I'm going up this weekend. We have a place right after McMasters bridge so I usually just fish right there. Any pointers from anyone before I go up thursday night.


----------



## Adam Peterson (Mar 20, 2006)

just got home, fished until 2:30 and it was a decent night, thought it might have been better with the warmer temps and light winds. Got on the river at 9:50. Few bugs hitting the water. Got a nice 18" brown on my first cast with my hex cripple. Thats been my go to fly rlthe past few nights. Went around the next bend and my buddy got a decent brown prolly 15/16". Floated down 20 mins or so and hooked a hog. Got it to come up to the surface rolled once and gone! It was bigger than the 24" fish we caught last night. That was it for the night. Spinners and duns on the water around 11 so I thought it might last a little longer tonight but it didnt. Temp when I pulled out of rainbow was 64 compared to 40's last night. There were a few fish crusing around in the pond but they weren't staying in any one area for to long. Unless something special happens the hex's are winding down from whirlpool to the pond. This has been just a horrible hex season so far bug wise. Had one blanket hatch last Tuesday I beleive and thats it. Good luck fishing this weekend guys, might make it back Sunday night, well have to see what the weather is like and how hung over I am. Take care and tight lines to all.
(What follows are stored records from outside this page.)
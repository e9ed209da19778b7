#include "config.h"

#include <glib/gi18n-lib.h>
#include <math.h>
#include <string.h>

#include "cw-render-nmr.h"
#include "cw-report-private.h"

/* The report's sections beyond the conformational analysis: the document's notes, predicted
 * vicinal couplings and reaction geometry. All text goes into the page scene, measured. */

#define COL_GAP 12.0

/* ---- notes ---- */

static char *
collapse_space (const char *text)
{
  g_autoptr (GRegex) re = g_regex_new ("\\s+", 0, 0, NULL);
  g_autofree char *s = g_regex_replace_literal (re, text, -1, 0, " ", 0, NULL);

  return g_strdup (g_strstrip (s));
}

static gboolean
fits (const char *markup, double size, double width, double max_h)
{
  CwTextMetrics m;

  cw_text_measure (markup, size, FALSE, width, 0, 0, &m);
  return m.h <= max_h;
}

static char *
cut_markup (const char *prefix, const char *plain, glong n_chars, gboolean ellipsis)
{
  const char      *end = g_utf8_offset_to_pointer (plain, n_chars);
  g_autofree char *head = g_strndup (plain, end - plain);
  g_autofree char *esc = NULL;

  if (ellipsis)
    {
      /* Back to the last word boundary, so no word is cut in half. */
      char *space = strrchr (head, ' ');

      if (space != NULL && space != head)
        *space = '\0';
      g_strchomp (head);
    }
  esc = g_markup_escape_text (head, -1);
  return g_strconcat (prefix, esc, ellipsis ? "…" : "", NULL);
}

char *
cw_report_dup_truncated (const char *prefix, const char *text, double size, double width, int max_lines)
{
  g_autofree char *plain = collapse_space (text ? text : "");
  glong            n = g_utf8_strlen (plain, -1), lo = 0, hi = n;
  CwTextMetrics    line;
  double           max_h;
  char            *full = cut_markup (prefix, plain, n, FALSE);

  cw_text_measure (prefix[0] ? prefix : "Ag", size, FALSE, 0, 0, 0, &line);
  max_h = (max_lines + 0.5) * line.h;
  if (fits (full, size, width, max_h))
    return full;
  g_free (full);
  /* The longest head that still fits with its ellipsis. */
  while (lo < hi)
    {
      glong            mid = (lo + hi + 1) / 2;
      g_autofree char *m = cut_markup (prefix, plain, mid, TRUE);

      if (fits (m, size, width, max_h))
        lo = mid;
      else
        hi = mid - 1;
    }
  return cut_markup (prefix, plain, lo, TRUE);
}

double
cw_report_notes (CwReport *r, const char *notes)
{
  g_autofree char *prefix = NULL, *markup = NULL;

  if (notes == NULL || *notes == '\0' || strspn (notes, " \t\r\n") == strlen (notes))
    return 0;
  prefix = g_strdup_printf ("<b>%s</b> ", _("Notes."));
  markup = cw_report_dup_truncated (prefix, notes, r->body, r->w, 2);
  return cw_report_para (r, markup, r->body, CW_INK_TEXT, r->y);
}

/* ---- couplings ---- */

static char *
header_cell (const CwCouplings *c, int column, CwTemperatureUnit tunit)
{
  g_autofree char *p = NULL;
  g_autofree char *t = NULL;

  switch (column)
    {
    case 0:
      return g_strdup (_("Proton"));
    case 1:
    case 2:
      p = cw_render_format_percent (c->pop[column - 1]);
      return g_strdup_printf (_("Chair %d (%s %%)"), column, p);
    default:
      t = cw_format_temperature (c->temperature, tunit);
      return g_strdup_printf (_("Averaged at %s"), t);
    }
}

static char *
body_cell (const CwCouplings *c, int proton, int column)
{
  const CwRingProton *p = &c->protons[proton];
  g_autofree char    *label = NULL;

  if (column > 0)
    return cw_render_couplings_dup_cell (p, column - 1);
  label = cw_ring_proton_dup_label (p);
  return g_markup_escape_text (label, -1);
}

static char *
cell_at (const CwCouplings *c, int row, int column, CwTemperatureUnit tunit)
{
  return row == 0 ? header_cell (c, column, tunit) : body_cell (c, row - 1, column);
}

static char *
karplus_refs (CwReport *r, const CwCouplings *c)
{
  GString *s = g_string_new (NULL);
  int      seen[CW_KARPLUS_MAX_SETS + 1] = { 0 };
  int      n = 0;

  for (int i = 0; i < c->n_vicinal; i++)
    {
      int      ref = c->vicinal[i].set ? cw_report_source_ref (r, c->vicinal[i].set->source) : 0;
      gboolean dup = FALSE;

      for (int k = 0; k < n; k++)
        dup |= seen[k] == ref;
      if (ref > 0 && !dup && n < CW_KARPLUS_MAX_SETS)
        {
          g_string_append_printf (s, "%s%d", n ? ", " : "", ref);
          seen[n++] = ref;
        }
    }
  return g_string_free (s, FALSE);
}

static double
couplings_legend (CwReport *r, const CwCouplings *c, double y, double size)
{
  int              ref = cw_report_source_ref (r, c->geminal_source);
  g_autofree char *refs = ref > 0 ? g_strdup_printf (" [%d]", ref) : g_strdup ("");
  g_autofree char *text = g_strdup_printf (_("Hz. ax/eq: the proton's bond in that chair; Σ: the width, the sum of "
                                             "its vicinal couplings. First-order multiplets, with ²J = %s%.0f Hz%s "
                                             "for CH₂ protons; averages weighted by the chair populations."),
                                              c->geminal < 0 ? "−" : "", fabs (c->geminal), refs);

  return cw_report_para (r, text, size, CW_INK_MUTED, y);
}

double
cw_report_couplings (CwReport *r, const CwCouplings *c, const char *error)
{
  double           y = r->y, size = r->body, colw[4] = { 0 }, total = 0, x, row_h;
  g_autofree char *refs = c ? karplus_refs (r, c) : NULL;
  g_autofree char *title = g_strdup_printf (_("Predicted vicinal couplings ³<i>J</i>(H,H)%s%s%s"),
                                               refs && *refs ? " [" : "", refs ? refs : "", refs && *refs ? "]" : "");

  y += cw_report_heading (r, title);
  if (c == NULL)
    {
      g_autofree char *msg = g_markup_printf_escaped (_("Not available: %s"), error ? error : "");
      return y + cw_report_para (r, msg, size, CW_INK_TEXT, y) - r->y;
    }
  if (c->n_protons == 0)
    return y + cw_report_para (r, _("No ring protons: every ring position carries a group."), size, CW_INK_TEXT, y) - r->y;
  for (int row = 0; row <= c->n_protons; row++)
    for (int col = 0; col < 4; col++)
      {
        g_autofree char *m = cell_at (c, row, col, r->tunit);
        CwTextMetrics    tm;

        cw_text_measure (m, size, row == 0, 0, 0, 0, &tm);
        colw[col] = MAX (colw[col], tm.w);
      }
  for (int col = 0; col < 4; col++)
    total += colw[col] + (col ? COL_GAP : 0);
  if (total > r->w)
    {
      /* Text width goes with the size: shrink the table to the column rather than wrap cells. */
      double s = r->w / total;

      size *= s;
      for (int col = 0; col < 4; col++)
        colw[col] *= s;
    }
  for (int row = 0; row <= c->n_protons; row++)
    {
      x = r->x;
      row_h = 0;
      for (int col = 0; col < 4; col++)
        {
          g_autofree char *m = cell_at (c, row, col, r->tunit);
          CwInk            ink = row == 0 && col == 1 ? CW_INK_SERIES_1 : row == 0 && col == 2 ? CW_INK_SERIES_2
                                                                                               : CW_INK_TEXT;
          CwPrim          *p = cw_scene_text (r->page, CW_ROLE_CAPTION, ink, m, size, row == 0, x, y);

          row_h = MAX (row_h, p->box.h);
          x += colw[col] + COL_GAP;
        }
      y += row_h;
      if (row == 0)
        {
          cw_scene_line (r->page, CW_ROLE_NONE, CW_INK_GRID, r->x, y + 0.5, r->x + r->w, y + 0.5, 0.6);
          y += 1.5;
        }
    }
  y += 1;
  y += couplings_legend (r, c, y, MAX (r->small, size - 1));
  return y - r->y;
}

/* ---- reaction geometry ---- */

static char *
sub_markup (const CwMolecule *mol, int sub)
{
  if (sub < 0 || sub >= mol->n_subs)
    return g_strdup ("?");
  return g_strdup_printf (_("%s on C%d"), mol->subs[sub].group->markup, mol->subs[sub].position);
}

/* "both chairs", "chair 1" or "chair 2" for a per-chair flag pair with at least one set. */
static const char *
chairs_word (const gboolean ok[2])
{
  if (ok[0] && ok[1])
    return _("both chairs");
  return ok[0] ? _("chair 1") : _("chair 2");
}

static void
append_chair (GString *s, const CwLeavingGroup *lg, int ch)
{
  g_string_append_printf (s, _("chair %d: %s, "), ch + 1, lg->axial[ch] ? _("axial") : _("equatorial"));
  if (lg->n_anti[ch] == 0)
    g_string_append (s, _("no anti-periplanar β-H"));
  for (int i = 0; i < lg->n_anti[ch] && i < 2; i++)
    {
      const CwAntiHydrogen *h = &lg->anti[ch][i];
      const char           *face = h->face == CW_FACE_UP ? _("up") : _("down");

      g_string_append (s, i == 0 ? _("anti-periplanar β-H: ") : ", ");
      g_string_append_printf (s, "%s-%d %s", h->deuterium ? "D" : "H", h->position, face);
    }
}

static void
append_alkenes (GString *s, const CwLeavingGroup *lg, const CwMolecule *mol)
{
  int least = G_MAXINT;

  if (lg->n_alkenes == 0)
    {
      g_string_append (s, _(" · no E2 alkene by the anti pathway"));
      return;
    }
  for (int k = 0; k < lg->n_alkenes; k++)
    least = MIN (least, lg->alkenes[k].substitution);
  g_string_append (s, lg->n_alkenes > 1 ? _(" · E2 alkenes: ") : _(" · E2 alkene: "));
  for (int k = 0; k < lg->n_alkenes; k++)
    {
      const CwAlkene  *al = &lg->alkenes[k];
      g_autofree char *label = cw_alkene_dup_label (al, mol);
      g_autofree char *esc = g_markup_escape_text (label, -1);
      /* "the more substituted" only where some other alkene is less so (not for a tie). */
      gboolean more = al->most_substituted && al->substitution > least;

      g_string_append_printf (s, "%s%s%s%s, %s %s", k ? "; " : "", more ? "<b>" : "", esc,
                              more ? _(", the more substituted</b>") : "", _("from"), chairs_word (al->chair_ok));
    }
}

static double
leaving_group (CwReport *r, const CwMolecule *mol, const CwReactivity *re, const CwLeavingGroup *lg, double y)
{
  g_autofree char *name = sub_markup (mol, lg->sub);
  g_autofree char *frac = cw_render_format_percent (lg->reactive_fraction);
  g_autofree char *t = cw_format_temperature (re->temperature, r->tunit);
  GString         *s = g_string_new (NULL);
  double           h;

  g_string_append_printf (s, "<b>%s</b> · ", name);
  append_chair (s, lg, 0);
  g_string_append (s, " · ");
  append_chair (s, lg, 1);
  g_string_append_printf (s, _(" · in a reactive chair at %s: <b>%s %%</b>"), t, frac);
  append_alkenes (s, lg, mol);
  h = cw_report_para (r, s->str, r->body, CW_INK_TEXT, y);
  g_string_free (s, TRUE);
  return h;
}

static const char *
pair_role (CwAntiPairRole role)
{
  switch (role)
    {
    case CW_ANTI_PARTICIPATION:
      return _("neighbouring-group participation");
    case CW_ANTI_ELIMINATION_XY:
      return _("anti elimination of both groups");
    case CW_ANTI_PAIR:
    default:
      return _("vicinal heteroatom pair");
    }
}

static double
anti_pair (CwReport *r, const CwMolecule *mol, const CwAntiPair *p, double y)
{
  g_autofree char *a = sub_markup (mol, p->sub_a);
  g_autofree char *b = sub_markup (mol, p->sub_b);
  g_autofree char *frac = cw_render_format_percent (p->fraction);
  g_autofree char *where = NULL, *m = NULL;

  if (p->anti[0] || p->anti[1])
    where = g_strdup_printf (_("anti-periplanar in %s (%s %% of molecules)"), chairs_word (p->anti), frac);
  else
    where = g_strdup (_("anti-periplanar in neither chair"));
  m = g_strdup_printf ("<b>%s / %s</b> (%s): %s", a, b, pair_role (p->role), where);
  return cw_report_para (r, m, r->body, CW_INK_TEXT, y);
}

double
cw_report_reactivity (CwReport *r, const CwMolecule *mol, const CwReactivity *re, const char *error)
{
  double y = r->y;

  y += cw_report_heading (r, _("Reaction geometry (anti-periplanar E2)"));
  if (re == NULL)
    {
      g_autofree char *msg = g_markup_printf_escaped (_("Not available: %s"), error ? error : "");
      return y + cw_report_para (r, msg, r->body, CW_INK_TEXT, y) - r->y;
    }
  for (int g = 0; g < re->n_groups; g++)
    y += leaving_group (r, mol, re, &re->groups[g], y) + 1.5;
  for (int i = 0; i < re->n_pairs; i++)
    y += anti_pair (r, mol, &re->pairs[i], y) + 1.5;
  for (int i = 0; i < re->n_warnings; i++)
    {
      g_autofree char *msg = cw_react_warning_dup_message (&re->warnings[i], mol);
      g_autofree char *m = g_markup_printf_escaped ("⚠ %s", msg ? msg : "");

      y += cw_report_para (r, m, r->body, CW_INK_TEXT, y) + 1.5;
    }
  if (re->n_groups > 0)
    y += cw_report_para (r, _("Reactive chair: one with a β-H anti-periplanar to the leaving group. With fast ring "
                              "inversion (Curtin–Hammett) the E2 rate goes with the fraction of molecules in such "
                              "chairs, taking equal rate constants for them."),
                               MAX (r->small, r->body - 1), CW_INK_MUTED, y);
  return y - r->y;
}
Oh water levels are still on the way down, parm. was at 963 tonight!


----------



## bigfish44 (May 18, 2007)

So, from what you guys have seen, do you expect there to be some kind of hex hatch to still be going on this weekend between Mckinely and the 4001 bridge, pending weather of course?

If not, I assume the upper Au Sable (McMasters Bridge to Mio), should. 
If I have to go over there, where is there good access for the upper Au Sable, I have never fished above Mio?

Does anyone know where I could find a good access map for the Au Sable above Mio?

Bigfish


----------



## KalvinKlein (Jun 20, 2008)

Just got back from grayling, and I didn't do too bad. Caught a couple brown...nothing to brag about. Almost got carried away by the masiqutos though.


----------



## WALLEYE JUNKIE (Jul 12, 2008)

On my way up there tomorrow for 10 days. Anyone one still doing any good on browns or bows any info would be great! Thanks.


----------



## Shupac (Apr 17, 2005)

Headin' up too...but only for the weekend. But I'm psyched...first time on the water for over a month!


----------